(Data section Opens)

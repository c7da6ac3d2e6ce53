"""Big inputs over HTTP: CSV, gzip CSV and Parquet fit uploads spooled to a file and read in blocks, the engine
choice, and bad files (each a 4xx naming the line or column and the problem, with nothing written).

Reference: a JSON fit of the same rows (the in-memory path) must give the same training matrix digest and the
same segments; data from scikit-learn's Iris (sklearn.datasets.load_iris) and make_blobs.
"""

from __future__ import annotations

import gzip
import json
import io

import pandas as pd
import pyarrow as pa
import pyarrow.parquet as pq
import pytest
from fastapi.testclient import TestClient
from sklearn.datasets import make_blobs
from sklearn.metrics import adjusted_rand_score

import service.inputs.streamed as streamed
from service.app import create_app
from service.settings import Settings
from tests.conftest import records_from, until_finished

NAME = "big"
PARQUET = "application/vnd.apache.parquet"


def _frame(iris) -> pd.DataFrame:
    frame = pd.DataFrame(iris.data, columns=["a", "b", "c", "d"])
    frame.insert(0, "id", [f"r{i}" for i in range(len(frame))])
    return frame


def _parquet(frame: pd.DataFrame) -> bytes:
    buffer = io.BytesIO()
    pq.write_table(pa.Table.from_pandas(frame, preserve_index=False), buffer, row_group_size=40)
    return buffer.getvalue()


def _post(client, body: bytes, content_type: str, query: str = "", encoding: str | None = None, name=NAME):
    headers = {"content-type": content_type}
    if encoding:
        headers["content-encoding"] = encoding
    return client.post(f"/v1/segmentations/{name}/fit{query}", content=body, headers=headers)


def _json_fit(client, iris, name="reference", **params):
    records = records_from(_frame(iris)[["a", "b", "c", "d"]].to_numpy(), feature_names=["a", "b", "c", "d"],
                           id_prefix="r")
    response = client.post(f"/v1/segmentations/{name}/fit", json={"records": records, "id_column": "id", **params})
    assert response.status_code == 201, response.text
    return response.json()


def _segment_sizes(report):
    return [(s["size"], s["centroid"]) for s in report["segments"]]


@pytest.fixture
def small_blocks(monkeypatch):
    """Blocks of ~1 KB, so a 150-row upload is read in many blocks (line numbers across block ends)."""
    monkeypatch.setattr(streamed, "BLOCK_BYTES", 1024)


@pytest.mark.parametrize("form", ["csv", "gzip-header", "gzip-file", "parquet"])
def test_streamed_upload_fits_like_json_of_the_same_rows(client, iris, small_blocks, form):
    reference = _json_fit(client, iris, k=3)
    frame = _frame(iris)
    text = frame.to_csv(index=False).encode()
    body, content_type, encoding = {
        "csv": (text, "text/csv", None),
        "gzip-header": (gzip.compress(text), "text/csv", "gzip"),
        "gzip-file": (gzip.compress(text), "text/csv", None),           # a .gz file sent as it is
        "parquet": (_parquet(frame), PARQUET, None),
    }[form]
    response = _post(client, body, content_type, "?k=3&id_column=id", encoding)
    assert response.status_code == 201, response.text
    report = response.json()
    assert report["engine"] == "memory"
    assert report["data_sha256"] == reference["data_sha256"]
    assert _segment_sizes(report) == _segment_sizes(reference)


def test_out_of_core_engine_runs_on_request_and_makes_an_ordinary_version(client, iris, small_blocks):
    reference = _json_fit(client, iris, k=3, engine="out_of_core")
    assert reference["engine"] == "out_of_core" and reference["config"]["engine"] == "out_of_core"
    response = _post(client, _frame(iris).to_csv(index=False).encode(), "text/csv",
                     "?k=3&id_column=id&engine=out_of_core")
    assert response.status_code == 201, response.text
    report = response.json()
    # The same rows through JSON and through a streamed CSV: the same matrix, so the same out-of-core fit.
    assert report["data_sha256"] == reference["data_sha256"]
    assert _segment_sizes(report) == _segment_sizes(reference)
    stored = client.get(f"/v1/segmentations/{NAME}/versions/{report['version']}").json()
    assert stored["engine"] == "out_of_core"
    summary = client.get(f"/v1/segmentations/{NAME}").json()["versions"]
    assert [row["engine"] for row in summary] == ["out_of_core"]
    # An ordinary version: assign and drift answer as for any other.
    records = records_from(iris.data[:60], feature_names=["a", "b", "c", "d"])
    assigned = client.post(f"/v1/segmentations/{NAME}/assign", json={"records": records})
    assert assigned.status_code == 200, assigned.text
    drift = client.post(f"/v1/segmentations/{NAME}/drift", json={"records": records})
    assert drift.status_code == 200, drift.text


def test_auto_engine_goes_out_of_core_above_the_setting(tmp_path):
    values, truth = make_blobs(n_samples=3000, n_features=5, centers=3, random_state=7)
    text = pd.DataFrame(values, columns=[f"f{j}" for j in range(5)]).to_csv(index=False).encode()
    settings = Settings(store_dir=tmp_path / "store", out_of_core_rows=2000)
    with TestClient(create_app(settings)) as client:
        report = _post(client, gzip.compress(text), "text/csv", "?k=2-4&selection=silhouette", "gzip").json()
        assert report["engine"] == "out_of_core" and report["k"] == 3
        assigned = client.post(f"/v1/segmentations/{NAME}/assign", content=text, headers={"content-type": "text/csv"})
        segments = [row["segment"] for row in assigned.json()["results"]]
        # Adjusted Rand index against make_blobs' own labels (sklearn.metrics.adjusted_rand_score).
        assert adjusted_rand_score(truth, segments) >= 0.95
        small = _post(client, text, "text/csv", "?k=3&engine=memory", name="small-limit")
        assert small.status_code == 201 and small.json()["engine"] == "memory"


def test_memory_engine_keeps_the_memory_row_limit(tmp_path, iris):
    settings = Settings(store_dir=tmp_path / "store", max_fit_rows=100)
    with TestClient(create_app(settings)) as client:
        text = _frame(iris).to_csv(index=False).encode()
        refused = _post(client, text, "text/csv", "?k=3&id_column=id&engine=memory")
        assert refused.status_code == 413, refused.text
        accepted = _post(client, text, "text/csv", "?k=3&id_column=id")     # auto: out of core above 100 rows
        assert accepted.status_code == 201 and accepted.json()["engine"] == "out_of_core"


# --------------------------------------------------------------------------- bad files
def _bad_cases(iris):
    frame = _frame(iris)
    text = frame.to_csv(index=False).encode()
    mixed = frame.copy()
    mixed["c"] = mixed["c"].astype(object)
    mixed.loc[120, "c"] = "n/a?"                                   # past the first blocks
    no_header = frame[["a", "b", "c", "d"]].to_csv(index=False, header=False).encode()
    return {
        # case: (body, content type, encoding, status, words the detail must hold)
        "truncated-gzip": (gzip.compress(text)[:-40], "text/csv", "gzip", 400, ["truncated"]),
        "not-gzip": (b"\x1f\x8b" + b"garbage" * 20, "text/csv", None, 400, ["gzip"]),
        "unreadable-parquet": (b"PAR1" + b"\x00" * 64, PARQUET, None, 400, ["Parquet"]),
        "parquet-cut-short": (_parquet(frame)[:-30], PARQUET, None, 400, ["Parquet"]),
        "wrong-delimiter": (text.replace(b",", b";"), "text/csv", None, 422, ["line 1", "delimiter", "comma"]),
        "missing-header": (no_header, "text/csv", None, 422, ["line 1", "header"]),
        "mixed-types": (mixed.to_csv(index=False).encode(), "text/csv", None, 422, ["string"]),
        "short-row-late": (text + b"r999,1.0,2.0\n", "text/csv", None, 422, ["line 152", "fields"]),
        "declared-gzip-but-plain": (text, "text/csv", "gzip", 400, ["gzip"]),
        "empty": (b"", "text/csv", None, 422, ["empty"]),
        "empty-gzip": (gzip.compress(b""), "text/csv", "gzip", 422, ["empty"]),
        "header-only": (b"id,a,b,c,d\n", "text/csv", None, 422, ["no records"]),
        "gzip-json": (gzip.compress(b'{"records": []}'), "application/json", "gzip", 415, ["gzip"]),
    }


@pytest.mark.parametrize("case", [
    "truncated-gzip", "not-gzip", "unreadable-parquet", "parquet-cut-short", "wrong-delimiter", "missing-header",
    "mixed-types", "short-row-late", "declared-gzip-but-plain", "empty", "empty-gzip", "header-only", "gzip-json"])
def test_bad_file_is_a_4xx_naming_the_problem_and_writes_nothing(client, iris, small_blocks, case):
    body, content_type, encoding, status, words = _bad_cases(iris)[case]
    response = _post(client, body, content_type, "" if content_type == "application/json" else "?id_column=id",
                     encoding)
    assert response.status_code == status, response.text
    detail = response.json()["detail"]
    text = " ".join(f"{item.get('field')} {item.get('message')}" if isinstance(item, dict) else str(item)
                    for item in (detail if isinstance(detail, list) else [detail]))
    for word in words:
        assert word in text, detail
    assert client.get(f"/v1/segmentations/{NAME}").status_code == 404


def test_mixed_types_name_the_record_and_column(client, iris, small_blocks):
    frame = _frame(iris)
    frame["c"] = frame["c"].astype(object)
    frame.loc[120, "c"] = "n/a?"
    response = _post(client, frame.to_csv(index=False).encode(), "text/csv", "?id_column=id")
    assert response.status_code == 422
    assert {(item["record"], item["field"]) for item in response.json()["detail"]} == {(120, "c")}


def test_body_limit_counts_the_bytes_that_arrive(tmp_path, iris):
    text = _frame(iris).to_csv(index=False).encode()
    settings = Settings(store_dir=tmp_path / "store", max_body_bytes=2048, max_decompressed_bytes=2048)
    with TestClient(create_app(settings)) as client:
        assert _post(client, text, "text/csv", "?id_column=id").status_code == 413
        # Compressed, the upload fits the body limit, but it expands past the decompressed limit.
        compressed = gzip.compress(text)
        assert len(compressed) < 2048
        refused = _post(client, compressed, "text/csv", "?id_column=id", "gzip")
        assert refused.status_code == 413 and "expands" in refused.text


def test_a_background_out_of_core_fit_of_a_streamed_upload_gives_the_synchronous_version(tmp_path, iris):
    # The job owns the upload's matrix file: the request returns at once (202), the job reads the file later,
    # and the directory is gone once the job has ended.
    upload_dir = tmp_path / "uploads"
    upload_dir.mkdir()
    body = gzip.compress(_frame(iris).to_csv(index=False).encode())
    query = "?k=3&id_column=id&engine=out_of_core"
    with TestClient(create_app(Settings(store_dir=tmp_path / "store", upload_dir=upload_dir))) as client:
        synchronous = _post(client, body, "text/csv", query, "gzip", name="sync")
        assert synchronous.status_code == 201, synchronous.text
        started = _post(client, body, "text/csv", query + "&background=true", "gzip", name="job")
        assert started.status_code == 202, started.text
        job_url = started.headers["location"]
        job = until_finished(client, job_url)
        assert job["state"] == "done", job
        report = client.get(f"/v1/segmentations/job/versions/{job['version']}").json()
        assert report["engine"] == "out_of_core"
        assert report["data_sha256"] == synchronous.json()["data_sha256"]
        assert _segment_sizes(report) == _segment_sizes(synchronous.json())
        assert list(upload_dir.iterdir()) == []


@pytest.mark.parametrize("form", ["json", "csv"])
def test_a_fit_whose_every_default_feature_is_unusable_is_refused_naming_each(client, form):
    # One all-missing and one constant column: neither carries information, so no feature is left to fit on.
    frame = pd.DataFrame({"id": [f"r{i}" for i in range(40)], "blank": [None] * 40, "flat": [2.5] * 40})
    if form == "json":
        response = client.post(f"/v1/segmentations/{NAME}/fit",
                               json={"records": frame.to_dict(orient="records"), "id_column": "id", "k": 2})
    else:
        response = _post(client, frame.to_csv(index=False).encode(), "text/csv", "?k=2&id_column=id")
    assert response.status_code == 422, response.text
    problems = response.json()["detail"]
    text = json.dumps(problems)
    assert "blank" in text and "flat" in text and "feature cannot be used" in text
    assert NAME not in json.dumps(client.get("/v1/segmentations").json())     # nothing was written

(Data section Closes)
(Data section Opens)

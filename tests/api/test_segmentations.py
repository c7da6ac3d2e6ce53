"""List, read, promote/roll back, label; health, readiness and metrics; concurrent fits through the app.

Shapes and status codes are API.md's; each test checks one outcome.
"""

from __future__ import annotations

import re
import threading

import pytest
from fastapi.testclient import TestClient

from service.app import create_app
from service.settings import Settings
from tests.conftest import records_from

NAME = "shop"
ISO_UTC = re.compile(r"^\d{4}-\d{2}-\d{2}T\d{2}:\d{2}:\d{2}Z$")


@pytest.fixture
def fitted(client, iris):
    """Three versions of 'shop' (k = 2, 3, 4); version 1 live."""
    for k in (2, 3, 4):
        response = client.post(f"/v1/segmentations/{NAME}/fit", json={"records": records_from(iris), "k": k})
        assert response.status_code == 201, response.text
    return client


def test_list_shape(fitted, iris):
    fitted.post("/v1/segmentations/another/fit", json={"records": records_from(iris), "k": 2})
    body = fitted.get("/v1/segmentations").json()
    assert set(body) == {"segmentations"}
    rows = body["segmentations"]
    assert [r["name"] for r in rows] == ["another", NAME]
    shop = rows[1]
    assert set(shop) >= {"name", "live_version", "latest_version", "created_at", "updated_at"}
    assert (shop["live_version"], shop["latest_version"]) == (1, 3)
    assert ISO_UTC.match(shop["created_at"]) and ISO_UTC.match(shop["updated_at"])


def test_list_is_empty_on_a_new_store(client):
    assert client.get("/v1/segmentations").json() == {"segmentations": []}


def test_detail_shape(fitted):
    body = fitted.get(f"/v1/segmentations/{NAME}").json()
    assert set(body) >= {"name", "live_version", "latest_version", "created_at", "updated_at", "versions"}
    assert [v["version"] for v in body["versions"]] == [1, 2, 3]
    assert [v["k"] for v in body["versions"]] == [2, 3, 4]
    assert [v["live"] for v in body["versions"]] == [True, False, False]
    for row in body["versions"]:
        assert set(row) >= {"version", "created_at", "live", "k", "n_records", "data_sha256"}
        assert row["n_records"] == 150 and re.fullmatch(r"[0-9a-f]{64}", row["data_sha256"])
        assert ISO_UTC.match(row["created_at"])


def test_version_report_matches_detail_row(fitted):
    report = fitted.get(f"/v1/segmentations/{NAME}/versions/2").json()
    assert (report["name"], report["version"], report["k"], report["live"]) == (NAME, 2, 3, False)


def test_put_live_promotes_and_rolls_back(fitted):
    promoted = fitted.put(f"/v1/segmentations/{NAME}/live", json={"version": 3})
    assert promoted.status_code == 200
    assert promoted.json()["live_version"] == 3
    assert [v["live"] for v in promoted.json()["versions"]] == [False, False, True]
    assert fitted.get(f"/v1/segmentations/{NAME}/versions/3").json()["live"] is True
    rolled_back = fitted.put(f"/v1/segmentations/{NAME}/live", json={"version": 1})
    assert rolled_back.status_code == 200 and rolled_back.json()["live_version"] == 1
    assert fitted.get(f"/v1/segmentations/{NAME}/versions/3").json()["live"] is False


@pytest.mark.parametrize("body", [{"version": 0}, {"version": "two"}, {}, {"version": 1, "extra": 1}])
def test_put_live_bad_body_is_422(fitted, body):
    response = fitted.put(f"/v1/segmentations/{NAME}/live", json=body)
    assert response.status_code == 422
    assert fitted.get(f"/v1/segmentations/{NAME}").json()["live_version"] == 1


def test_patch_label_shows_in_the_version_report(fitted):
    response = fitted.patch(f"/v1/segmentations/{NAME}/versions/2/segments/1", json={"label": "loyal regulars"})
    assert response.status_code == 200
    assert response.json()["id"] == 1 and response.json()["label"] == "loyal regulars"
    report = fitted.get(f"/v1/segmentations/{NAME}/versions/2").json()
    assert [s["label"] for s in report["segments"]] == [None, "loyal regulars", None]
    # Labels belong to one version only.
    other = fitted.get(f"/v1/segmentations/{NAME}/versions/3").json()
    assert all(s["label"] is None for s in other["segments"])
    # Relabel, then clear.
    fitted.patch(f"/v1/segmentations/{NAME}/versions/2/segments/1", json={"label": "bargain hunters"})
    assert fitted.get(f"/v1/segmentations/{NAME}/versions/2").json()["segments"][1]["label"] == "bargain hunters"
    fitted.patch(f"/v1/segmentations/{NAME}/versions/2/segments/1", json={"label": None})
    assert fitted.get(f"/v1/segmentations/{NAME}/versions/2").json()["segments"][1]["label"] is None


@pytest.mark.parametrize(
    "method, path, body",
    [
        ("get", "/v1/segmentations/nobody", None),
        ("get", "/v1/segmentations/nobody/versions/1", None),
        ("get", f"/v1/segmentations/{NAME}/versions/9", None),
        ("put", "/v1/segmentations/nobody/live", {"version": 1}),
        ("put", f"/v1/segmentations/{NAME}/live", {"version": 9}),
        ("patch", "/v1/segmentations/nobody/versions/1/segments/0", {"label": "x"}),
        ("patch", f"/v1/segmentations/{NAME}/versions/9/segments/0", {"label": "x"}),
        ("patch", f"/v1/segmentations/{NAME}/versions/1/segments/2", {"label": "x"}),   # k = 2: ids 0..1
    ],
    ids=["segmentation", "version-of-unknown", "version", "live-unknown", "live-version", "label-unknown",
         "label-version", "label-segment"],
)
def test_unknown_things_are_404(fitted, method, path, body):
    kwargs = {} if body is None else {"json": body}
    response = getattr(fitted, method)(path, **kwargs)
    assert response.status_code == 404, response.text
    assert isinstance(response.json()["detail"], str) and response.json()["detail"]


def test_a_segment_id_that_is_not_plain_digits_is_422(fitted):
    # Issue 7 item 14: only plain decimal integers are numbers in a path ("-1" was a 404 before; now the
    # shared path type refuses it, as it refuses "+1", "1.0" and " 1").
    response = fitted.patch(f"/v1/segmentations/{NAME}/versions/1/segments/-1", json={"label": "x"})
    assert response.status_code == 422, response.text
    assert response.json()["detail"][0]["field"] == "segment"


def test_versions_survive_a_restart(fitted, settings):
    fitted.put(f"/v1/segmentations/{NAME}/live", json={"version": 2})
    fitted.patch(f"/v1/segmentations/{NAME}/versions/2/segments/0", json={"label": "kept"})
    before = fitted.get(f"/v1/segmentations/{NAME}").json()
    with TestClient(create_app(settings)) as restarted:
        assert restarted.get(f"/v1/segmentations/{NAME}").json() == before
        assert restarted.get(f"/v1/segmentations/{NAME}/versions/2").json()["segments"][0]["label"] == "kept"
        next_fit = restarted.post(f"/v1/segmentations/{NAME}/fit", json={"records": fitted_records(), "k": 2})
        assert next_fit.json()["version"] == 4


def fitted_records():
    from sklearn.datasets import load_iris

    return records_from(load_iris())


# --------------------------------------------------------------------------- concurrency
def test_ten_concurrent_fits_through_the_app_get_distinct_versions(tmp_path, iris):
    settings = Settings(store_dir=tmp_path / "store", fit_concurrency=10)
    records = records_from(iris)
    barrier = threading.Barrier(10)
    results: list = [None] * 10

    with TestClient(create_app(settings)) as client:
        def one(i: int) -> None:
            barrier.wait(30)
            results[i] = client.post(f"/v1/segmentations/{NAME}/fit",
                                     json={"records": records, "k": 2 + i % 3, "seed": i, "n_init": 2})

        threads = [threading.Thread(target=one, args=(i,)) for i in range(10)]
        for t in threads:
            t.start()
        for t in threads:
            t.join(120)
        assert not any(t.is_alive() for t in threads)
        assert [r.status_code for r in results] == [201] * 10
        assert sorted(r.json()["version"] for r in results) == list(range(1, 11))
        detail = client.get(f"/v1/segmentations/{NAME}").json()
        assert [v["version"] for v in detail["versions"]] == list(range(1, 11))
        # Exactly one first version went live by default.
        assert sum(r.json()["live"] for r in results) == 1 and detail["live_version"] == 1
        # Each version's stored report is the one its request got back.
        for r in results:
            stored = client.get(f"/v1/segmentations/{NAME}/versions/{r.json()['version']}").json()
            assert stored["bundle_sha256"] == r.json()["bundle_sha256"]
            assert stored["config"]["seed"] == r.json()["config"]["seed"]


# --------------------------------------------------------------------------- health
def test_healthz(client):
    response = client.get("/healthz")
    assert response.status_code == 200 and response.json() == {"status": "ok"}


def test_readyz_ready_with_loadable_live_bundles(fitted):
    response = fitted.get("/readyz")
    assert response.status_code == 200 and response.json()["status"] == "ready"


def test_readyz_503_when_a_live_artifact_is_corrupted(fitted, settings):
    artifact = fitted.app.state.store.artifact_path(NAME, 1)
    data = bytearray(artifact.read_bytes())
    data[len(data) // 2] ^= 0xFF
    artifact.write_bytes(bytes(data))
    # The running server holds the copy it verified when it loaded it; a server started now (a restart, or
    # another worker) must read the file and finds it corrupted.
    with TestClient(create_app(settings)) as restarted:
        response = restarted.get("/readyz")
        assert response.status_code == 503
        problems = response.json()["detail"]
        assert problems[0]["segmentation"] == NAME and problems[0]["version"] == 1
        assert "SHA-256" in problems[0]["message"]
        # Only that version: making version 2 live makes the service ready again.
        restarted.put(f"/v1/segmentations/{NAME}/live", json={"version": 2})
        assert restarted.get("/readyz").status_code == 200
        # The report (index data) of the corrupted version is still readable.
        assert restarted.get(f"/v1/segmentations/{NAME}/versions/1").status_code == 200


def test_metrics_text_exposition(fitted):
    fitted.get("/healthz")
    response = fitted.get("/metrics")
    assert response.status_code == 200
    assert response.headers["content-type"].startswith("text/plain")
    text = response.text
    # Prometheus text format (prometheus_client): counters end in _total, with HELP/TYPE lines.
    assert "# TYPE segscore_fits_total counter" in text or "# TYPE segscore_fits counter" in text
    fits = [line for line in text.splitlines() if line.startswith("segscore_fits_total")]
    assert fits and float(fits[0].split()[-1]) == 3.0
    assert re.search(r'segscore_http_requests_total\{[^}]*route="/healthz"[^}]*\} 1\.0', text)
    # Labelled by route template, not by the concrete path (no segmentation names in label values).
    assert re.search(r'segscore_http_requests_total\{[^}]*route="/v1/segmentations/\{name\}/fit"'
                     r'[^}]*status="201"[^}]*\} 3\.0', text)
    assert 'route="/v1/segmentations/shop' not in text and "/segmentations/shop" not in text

(Data section Closes)

Task instructions - Filter the listing above for the string "datasets" and copy every matching line.

Written reply -
same segments; data from scikit-learn's Iris (sklearn.datasets.load_iris) and make_blobs.
from sklearn.datasets import make_blobs
    from sklearn.datasets import load_iris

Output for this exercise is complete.